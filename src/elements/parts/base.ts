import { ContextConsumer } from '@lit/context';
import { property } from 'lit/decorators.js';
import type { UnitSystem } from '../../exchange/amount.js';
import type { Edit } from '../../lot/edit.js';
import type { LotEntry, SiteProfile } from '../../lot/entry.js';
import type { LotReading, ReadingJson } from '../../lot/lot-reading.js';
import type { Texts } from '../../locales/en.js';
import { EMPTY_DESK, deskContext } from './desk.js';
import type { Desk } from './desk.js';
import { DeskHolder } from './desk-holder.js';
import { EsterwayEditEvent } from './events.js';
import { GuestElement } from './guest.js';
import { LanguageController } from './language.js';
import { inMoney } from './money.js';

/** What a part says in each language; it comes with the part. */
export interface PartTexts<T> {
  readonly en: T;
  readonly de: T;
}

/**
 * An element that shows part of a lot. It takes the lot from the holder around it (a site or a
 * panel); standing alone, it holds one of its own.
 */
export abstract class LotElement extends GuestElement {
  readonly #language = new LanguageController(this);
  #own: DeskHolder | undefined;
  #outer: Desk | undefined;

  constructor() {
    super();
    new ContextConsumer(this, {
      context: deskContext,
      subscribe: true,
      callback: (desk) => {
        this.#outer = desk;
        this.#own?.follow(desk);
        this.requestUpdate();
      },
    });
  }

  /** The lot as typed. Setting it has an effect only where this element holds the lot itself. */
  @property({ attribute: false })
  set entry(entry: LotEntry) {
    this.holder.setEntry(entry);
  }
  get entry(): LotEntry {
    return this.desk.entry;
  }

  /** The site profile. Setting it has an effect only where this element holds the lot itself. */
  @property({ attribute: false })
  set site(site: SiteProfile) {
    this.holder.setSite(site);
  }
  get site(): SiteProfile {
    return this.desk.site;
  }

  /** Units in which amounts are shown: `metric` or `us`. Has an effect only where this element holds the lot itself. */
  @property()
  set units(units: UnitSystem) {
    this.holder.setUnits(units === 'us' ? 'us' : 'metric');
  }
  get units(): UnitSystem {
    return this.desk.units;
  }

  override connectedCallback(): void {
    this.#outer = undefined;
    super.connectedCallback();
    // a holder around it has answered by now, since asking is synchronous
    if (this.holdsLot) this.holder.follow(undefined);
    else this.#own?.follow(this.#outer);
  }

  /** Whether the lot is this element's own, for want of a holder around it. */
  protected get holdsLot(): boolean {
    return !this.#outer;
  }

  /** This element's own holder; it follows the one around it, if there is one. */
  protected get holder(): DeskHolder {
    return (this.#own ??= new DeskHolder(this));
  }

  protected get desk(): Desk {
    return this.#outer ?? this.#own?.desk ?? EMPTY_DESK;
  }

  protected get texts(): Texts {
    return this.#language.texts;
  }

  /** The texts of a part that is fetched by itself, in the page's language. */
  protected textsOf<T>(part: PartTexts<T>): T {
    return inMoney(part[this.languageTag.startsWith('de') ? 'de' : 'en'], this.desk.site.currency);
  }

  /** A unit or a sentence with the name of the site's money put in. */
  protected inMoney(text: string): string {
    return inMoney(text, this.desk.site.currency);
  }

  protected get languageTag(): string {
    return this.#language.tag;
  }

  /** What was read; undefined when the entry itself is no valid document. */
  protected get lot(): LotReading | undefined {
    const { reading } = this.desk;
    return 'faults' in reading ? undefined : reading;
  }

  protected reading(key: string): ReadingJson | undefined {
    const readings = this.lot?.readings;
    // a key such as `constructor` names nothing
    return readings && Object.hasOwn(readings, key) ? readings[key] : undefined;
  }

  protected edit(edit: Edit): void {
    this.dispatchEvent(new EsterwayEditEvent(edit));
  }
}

------------------------------

**WORK TO COMPLETE**
Determine how many lines of the listing above include the word "constructor", then write only that number.

**ANSWER SECTION**
2